[[ GIVEN RECORDS, beginning ]]

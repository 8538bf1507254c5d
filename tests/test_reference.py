"""The exact reference against outside sources: a textbook table, PySCF's own solvers, OpenFermion's route."""

import numpy as np
import pytest
import scipy.sparse
from openfermion import get_sparse_operator, jordan_wigner, jw_get_ground_state_at_particle_number
from pyscf import ao2mo, fci, gto, mcscf, scf
from pyscf.fci import cistring

import groundkit as gk
from groundkit import chemistry
from groundkit.sector.strings import interleaved_index

from .conftest import diatomic, water

NH2_XYZ = "N 0 0 0\nH 0.8018 0 0.6370\nH -0.8018 0 0.6370"  # r = 1.024 Å, 103.4° (from memory)


def _pyscf_scf(spec):
    mol = gto.M(atom=list(zip(spec.symbols, spec.coordinates)), basis=spec.basis, charge=spec.charge,
                spin=spec.multiplicity - 1, unit=spec.unit, verbose=0)
    mf = scf.RHF(mol) if mol.spin == 0 else scf.ROHF(mol)
    mf.conv_tol = 1e-10
    mf.kernel()
    assert mf.converged
    return mf


def _pyscf_casci(spec, n_orbitals, n_electrons):
    """PySCF CASCI without any spin penalty: the lowest state of the whole (N, Sz) block, and its <S^2>.

    When that <S^2> is the requested S(S+1), the state is, by the min-max principle, the lowest of that spin.
    """
    mc = mcscf.CASCI(_pyscf_scf(spec), n_orbitals, n_electrons)
    mc.fcisolver.conv_tol = 1e-12
    mc.verbose = 0
    mc.kernel()
    ss, _ = mc.fcisolver.spin_square(mc.ci, n_orbitals, mc.nelecas)
    return mc.e_tot, ss


def _pyscf_active_hamiltonian(spec, n_orbitals, n_electrons):
    """h1, h2 (chemists' notation), core energy and (n_alpha, n_beta) of PySCF's CASCI window, in Ha."""
    mc = mcscf.CASCI(_pyscf_scf(spec), n_orbitals, n_electrons)
    h1, core_energy = mc.get_h1eff()
    return h1, ao2mo.restore(1, mc.get_h2eff(), n_orbitals), core_energy, mc.nelecas


def _dense_block_states(h1, h2, core_energy, nelec, spin, k):
    """Diagonalise the whole determinant block densely (PySCF's Slater-Condon matrix, NumPy's eigh) and read
    <S^2> of each eigenvector (PySCF's S^2, diagonalised inside each degenerate cluster).

    Returns the k lowest energies with <S^2> = S(S+1), and <S^2> of the block's own lowest state.
    """
    norb = h1.shape[0]
    shape = (cistring.num_strings(norb, nelec[0]), cistring.num_strings(norb, nelec[1]))
    dim = shape[0] * shape[1]
    address, h_small = fci.direct_spin1.pspace(h1, h2, norb, nelec, np=dim)
    matrix = np.zeros((dim, dim))
    matrix[np.ix_(address, address)] = h_small
    energies, vectors = np.linalg.eigh(matrix)
    wanted, block_spin, start = [], None, 0
    while len(wanted) < k:
        stop = start + 1
        while stop < dim and energies[stop] - energies[start] < 1e-7:
            stop += 1
        cluster = vectors[:, start:stop]
        s2 = np.column_stack([fci.spin_op.contract_ss(c.reshape(shape), norb, nelec).ravel() for c in cluster.T])
        spins = np.linalg.eigvalsh(0.5 * (cluster.T @ s2 + s2.T @ cluster))
        block_spin = spins[0] if block_spin is None else block_spin
        wanted += [energies[start] + core_energy] * int(np.sum(np.abs(spins - spin * (spin + 1)) < 1e-6))
        start = stop
    return wanted[:k], block_spin


def test_h2_minimal_basis_textbook_values(h2_bohr):
    problem = gk.Pipeline(h2_bohr).problem()
    assert problem.scf_energy == pytest.approx(-1.1167, abs=1e-4)  # Szabo & Ostlund, Modern Quantum Chem. (memory)
    assert problem.reference.energy == pytest.approx(-1.1373, abs=1e-4)  # Szabo & Ostlund, full CI (from memory)


def test_open_shell_doublet_matches_pyscf_casci():
    nh2 = gk.MoleculeSpec.from_xyz(NH2_XYZ, multiplicity=2)
    problem = gk.Pipeline(nh2).active_space(frozen_core=True).problem()
    assert (problem.n_alpha, problem.n_beta) == (4, 3)
    assert problem.reference.multiplicity == 2
    assert problem.reference.spin_square == pytest.approx(0.75, abs=1e-8)
    e_casci, ss_casci = _pyscf_casci(nh2, 6, 7)
    assert ss_casci == pytest.approx(0.75, abs=1e-6)  # the block's lowest state is a doublet (PySCF)
    assert problem.reference.energy == pytest.approx(e_casci, abs=1e-8)  # PySCF CASCI (reference library)


def test_charged_species_matches_pyscf_fci():
    a = 1.02 / 3 ** 0.5  # ammonium NH4+, tetrahedral, r(NH) = 1.02 Å (a test geometry, from memory)
    ammonium = gk.MoleculeSpec(symbols=("N", "H", "H", "H", "H"), charge=1, coordinates=(
        (0, 0, 0), (a, a, a), (-a, -a, a), (-a, a, -a), (a, -a, -a)))
    problem = ammonium.pipeline().problem()
    mf = _pyscf_scf(ammonium)
    solver = fci.FCI(mf)
    solver.conv_tol = 1e-12
    e_fci, ci = solver.kernel()
    ss, _ = fci.spin_op.spin_square0(ci, mf.mo_coeff.shape[1], mf.mol.nelec)
    assert ss == pytest.approx(0.0, abs=1e-6)  # the block's lowest state is a singlet, so the lowest singlet (PySCF)
    assert problem.n_electrons == 10 and problem.n_determinants == 15876  # C(9,5)^2
    assert problem.reference.energy == pytest.approx(e_fci, abs=1e-8)  # PySCF FCI (reference library)


@pytest.mark.parametrize("electrons, orbitals", [(6, 6), (10, 8)])
def test_active_space_case_matches_pyscf_casci(electrons, orbitals):
    n2 = diatomic("N", "N", 1.0977)  # NIST CCCBDB experimental r_e (from memory)
    problem = n2.pipeline().active_space(electrons=electrons, orbitals=orbitals).problem()
    assert problem.n_qubits == 2 * orbitals
    e_casci, ss_casci = _pyscf_casci(n2, orbitals, electrons)
    assert ss_casci == pytest.approx(0.0, abs=1e-6)  # the block's lowest state is a singlet (PySCF)
    assert problem.reference.energy == pytest.approx(e_casci, abs=1e-8)  # PySCF CASCI (reference library)


def _atom(symbol, **options):
    return gk.MoleculeSpec(symbols=(symbol,), coordinates=((0, 0, 0),), **options)


def _methylene():
    """CH2 at r(CH) = 1.08 Å, 134° (near the triplet ground state's geometry; a test geometry, from memory)."""
    half = np.radians(134.0) / 2
    x, z = 1.08 * np.sin(half), 1.08 * np.cos(half)
    return gk.MoleculeSpec(symbols=("C", "H", "H"), coordinates=((0, 0, 0), (x, 0, z), (-x, 0, z)), basis="6-31g")


def _water_cation():
    return gk.MoleculeSpec(symbols=water().symbols, coordinates=water().coordinates, charge=1, multiplicity=2)


# (molecule, CASCI window, requested S, S(S+1) of the block's own lowest state). Geometries are test geometries
# near the experimental ones (O2 1.21 Å, OH 0.9697 Å; from memory), N2 stretched to 3 Å, H2O+ at the neutral
# water geometry. The block's lowest spin is computed and asserted in the test. O2 at 1.21 Å is issue 12's case:
# its Sz = 0 block holds the triplet ground state, then two singlets 4-5 mHa apart; the one-root spin-penalised
# solver used to return the upper one.
DENSE_CASES = [
    pytest.param(lambda: diatomic("O", "O", 1.21, basis="6-31g"), 6, 8, 0.0, 2.0, id="O2-singlet-6-31G-8e6o"),
    pytest.param(lambda: diatomic("O", "O", 1.21, basis="cc-pvdz"), 6, 8, 0.0, 2.0, id="O2-singlet-ccpVDZ-8e6o",
                 marks=pytest.mark.slow),
    pytest.param(lambda: diatomic("O", "O", 1.21, basis="6-31g"), 8, 12, 0.0, 2.0, id="O2-singlet-6-31G-12e8o",
                 marks=pytest.mark.slow),
    pytest.param(_methylene, 6, 6, 0.0, 2.0, id="CH2-singlet-under-triplet-6e6o"),
    pytest.param(lambda: _atom("O", basis="6-31g"), 4, 6, 0.0, 2.0, id="O-atom-singlet-under-3P-6e4o"),
    pytest.param(lambda: diatomic("N", "N", 3.0), 6, 6, 0.0, 12.0, id="N2-3A-singlet-under-septet-6e6o"),
    pytest.param(lambda: diatomic("O", "H", 0.9697, basis="6-31g", multiplicity=2), 7, 7, 0.5, 0.75,
                 id="OH-doublet-7e7o", marks=pytest.mark.slow),
    pytest.param(lambda: _atom("N", basis="6-31g", multiplicity=4), 8, 5, 1.5, 3.75, id="N-atom-quartet-5e8o"),
    pytest.param(_water_cation, 7, 9, 0.5, 0.75, id="H2O+-doublet-cation-9e7o"),
    pytest.param(lambda: diatomic("O", "O", 1.21, basis="6-31g", multiplicity=3), 6, 8, 1.0, 2.0,
                 id="O2-triplet-6-31G-8e6o"),
]


@pytest.mark.parametrize("make, orbitals, electrons, spin, block_ground", DENSE_CASES)
def test_reference_is_the_lowest_state_of_its_spin_in_the_whole_block(make, orbitals, electrons, spin, block_ground):
    """The whole determinant block diagonalised densely in this test, from PySCF's integrals, <S^2> per state."""
    spec = make()
    h1, h2, core_energy, nelec = _pyscf_active_hamiltonian(spec, orbitals, electrons)
    lowest, block_spin = _dense_block_states(h1, h2, core_energy, nelec, spin, k=3)
    assert block_spin == pytest.approx(block_ground, abs=1e-6)  # the case's premise: which spin lies lowest (PySCF)
    problem = spec.pipeline().active_space(electrons=electrons, orbitals=orbitals).problem()
    assert (problem.n_alpha, problem.n_beta) == tuple(nelec)
    assert problem.reference.spin_square == pytest.approx(spin * (spin + 1), abs=1e-8)
    assert problem.reference.energy == pytest.approx(lowest[0], abs=1e-8)  # PySCF, dense diagonalisation (this test)
    # both of groundkit's routes (whole-block and spin-projected Davidson) on PySCF's own integrals
    for dense in (True, False):
        states = chemistry.lowest_states(h1, h2, core_energy, *nelec, spin, 3, dense=dense)
        assert [s[0] for s in states] == pytest.approx(lowest, abs=1e-8)  # PySCF, dense diagonalisation (this test)
        assert all(abs(s[2] - spin * (spin + 1)) < 1e-6 for s in states)


def test_the_o2_singlets_are_far_enough_apart_for_the_check_to_bite():
    """The second singlet lies 4.24 mHa above the first (issue 12), far outside the 1e-8 Ha tolerance above."""
    h1, h2, core_energy, nelec = _pyscf_active_hamiltonian(diatomic("O", "O", 1.21, basis="6-31g"), 6, 8)
    (first, second), _ = _dense_block_states(h1, h2, core_energy, nelec, 0.0, k=2)
    assert second - first == pytest.approx(4.244e-3, abs=2e-6)  # PySCF, dense diagonalisation (this test)


def test_summary_shows_the_spin_of_the_reference():
    spec = diatomic("O", "O", 1.21, basis="6-31g")
    h1, h2, core_energy, nelec = _pyscf_active_hamiltonian(spec, 6, 8)
    (lowest,), _ = _dense_block_states(h1, h2, core_energy, nelec, 0.0, k=1)
    text = spec.pipeline().active_space(electrons=8, orbitals=6).problem().summary()
    assert "multiplicity 1, <S^2> = 0.000000" in text
    assert f"exact reference: {lowest:.7f}" in text  # PySCF, dense diagonalisation (this test)


def test_more_states_than_the_spin_holds_gives_all_of_them():
    """Two electrons in two orbitals: the Sz = 0 block holds three singlets and one triplet (D(0) - D(1) = 3)."""
    h2_mol = diatomic("H", "H", 0.7414)  # NIST CCCBDB experimental r_e (from memory)
    h1, h2, core_energy, nelec = _pyscf_active_hamiltonian(h2_mol, 2, 2)
    expected, _ = _dense_block_states(h1, h2, core_energy, nelec, 0.0, k=3)
    for dense in (True, False):
        states = chemistry.lowest_states(h1, h2, core_energy, *nelec, 0.0, 5, dense=dense)
        assert [s[0] for s in states] == pytest.approx(expected, abs=1e-10)  # PySCF, dense diagonalisation


def test_the_iterative_route_refuses_to_return_an_unchecked_state(monkeypatch):
    """The residual check after the spin-projected Davidson run is live: with a zero tolerance it must refuse."""
    h1, h2, core_energy, nelec = _pyscf_active_hamiltonian(water(), 4, 4)
    monkeypatch.setattr(chemistry, "RESIDUAL_TOLERANCE", 0.0)
    with pytest.raises(gk.ConvergenceError, match="residual"):
        chemistry.lowest_states(h1, h2, core_energy, *nelec, 0.0, dense=False)


def test_the_iterative_route_is_reproducible():
    h1, h2, core_energy, nelec = _pyscf_active_hamiltonian(diatomic("O", "O", 1.21, basis="6-31g"), 6, 8)
    first, second = (chemistry.lowest_states(h1, h2, core_energy, *nelec, 0.0, 2, dense=False) for _ in range(2))
    for a, b in zip(first, second):  # same seed, same states (up to the last bits of threaded sums)
        assert a[0] == pytest.approx(b[0], abs=1e-12)
        assert np.allclose(a[1], b[1], atol=1e-9)


def test_an_impossible_spin_is_refused():
    h1, h2, core_energy, nelec = _pyscf_active_hamiltonian(diatomic("H", "H", 0.7414), 2, 2)
    with pytest.raises(gk.ActiveSpaceError, match="S=2.*possible: 0, 1"):
        chemistry.lowest_states(h1, h2, core_energy, *nelec, 2.0)


def test_lowest_states_are_ascending_and_spin_pure(h2o):
    problem = h2o.pipeline().active_space(electrons=4, orbitals=4).problem()
    states = problem.lowest_states(3)
    energies = [s.energy for s in states]
    assert energies == sorted(energies)
    assert all(abs(s.spin_square) < 1e-6 for s in states)
    assert states[0].energy == problem.reference.energy


@pytest.mark.parametrize("make, space", [
    (lambda: water(), dict(electrons=4, orbitals=4)),
    (lambda: water(), dict()),
    (lambda: gk.MoleculeSpec.from_xyz(NH2_XYZ, multiplicity=2), dict(frozen_core=True)),
    (lambda: diatomic("O", "O", 1.2075, multiplicity=3), dict(electrons=8, orbitals=6)),
])
def test_hf_determinant_energy_equals_scf_energy(make, space):
    spec = make()
    problem = spec.pipeline().active_space(**space).problem()
    assert problem.hf_energy == pytest.approx(_pyscf_scf(spec).e_tot, abs=1e-8)  # PySCF RHF/ROHF run in this test
    assert problem.hf_energy == pytest.approx(problem.scf_energy, abs=1e-8)  # internal consistency


@pytest.mark.parametrize("make, space", [
    (lambda: water(), dict(electrons=4, orbitals=4)),
    (lambda: gk.MoleculeSpec.from_xyz(NH2_XYZ, multiplicity=2), dict(frozen_core=True)),
])
def test_reference_is_an_eigenvector_of_the_jordan_wigner_hamiltonian(make, space):
    """Pins the sign between PySCF's alpha-before-beta CI vectors and interleaved spin orbitals (OpenFermion)."""
    problem = make().pipeline().active_space(**space).problem()
    hamiltonian = get_sparse_operator(jordan_wigner(problem.fermion_hamiltonian()), n_qubits=problem.n_qubits)
    ground = problem.reference.ground
    residuals = {}
    for name, ci in (("interleaved", ground.interleaved_ci()), ("pyscf order", ground.ci)):
        vector = np.zeros(2 ** problem.n_qubits)
        for ia, a in enumerate(ground.strings()[0]):
            for ib, b in enumerate(ground.strings()[1]):
                vector[interleaved_index(int(a), int(b), problem.n_orbitals)] = ci[ia, ib]
        assert np.linalg.norm(vector) == pytest.approx(1.0, abs=1e-12)
        residuals[name] = np.linalg.norm(hamiltonian @ vector - problem.reference.energy * vector)
    assert residuals["interleaved"] < 1e-7  # OpenFermion Jordan–Wigner operator (reference library)
    assert residuals["pyscf order"] > 1e-3  # ignoring the sign rule must be caught


def test_independent_route_through_openfermionpyscf(tmp_path, lih):
    """openfermionpyscf builds its own integrals; its Hamiltonian and energies must agree with ours."""
    from openfermion import MolecularData
    from openfermionpyscf import run_pyscf

    data = MolecularData(geometry=list(zip(lih.symbols, lih.coordinates)), basis="sto-3g", multiplicity=1,
                         charge=0, filename=str(tmp_path / "lih"), data_directory=str(tmp_path))
    data = run_pyscf(data, run_scf=True, run_fci=True)
    problem = lih.pipeline().problem()
    assert problem.scf_energy == pytest.approx(data.hf_energy, abs=1e-8)  # openfermionpyscf / PySCF
    assert problem.reference.energy == pytest.approx(data.fci_energy, abs=1e-8)  # openfermionpyscf / PySCF FCI
    sparse = get_sparse_operator(data.get_molecular_hamiltonian())
    e_of, _ = jw_get_ground_state_at_particle_number(scipy.sparse.csc_matrix(sparse), 4)
    assert problem.reference.energy == pytest.approx(e_of, abs=1e-8)  # OpenFermion sparse ground state


def test_amplitudes_are_labelled_and_sorted(h2_bohr):
    amplitudes = h2_bohr.pipeline().problem().reference.amplitudes
    labels = list(amplitudes)
    assert labels == ["20", "02"]
    assert amplitudes["20"] > 0 > amplitudes["02"]  # H2 ground state: c0 |1σg²> − c1 |1σu²> (textbook form)
    assert sum(a * a for a in amplitudes.values()) == pytest.approx(1.0, abs=1e-12)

[[ GIVEN RECORDS, end ]]

◆ **WHAT YOU ARE ASKED TO DO**: Each line of the material above that contains the word "verbose" counts once; report the total and nothing else.

◆ **COMPLETED EXERCISE**: 2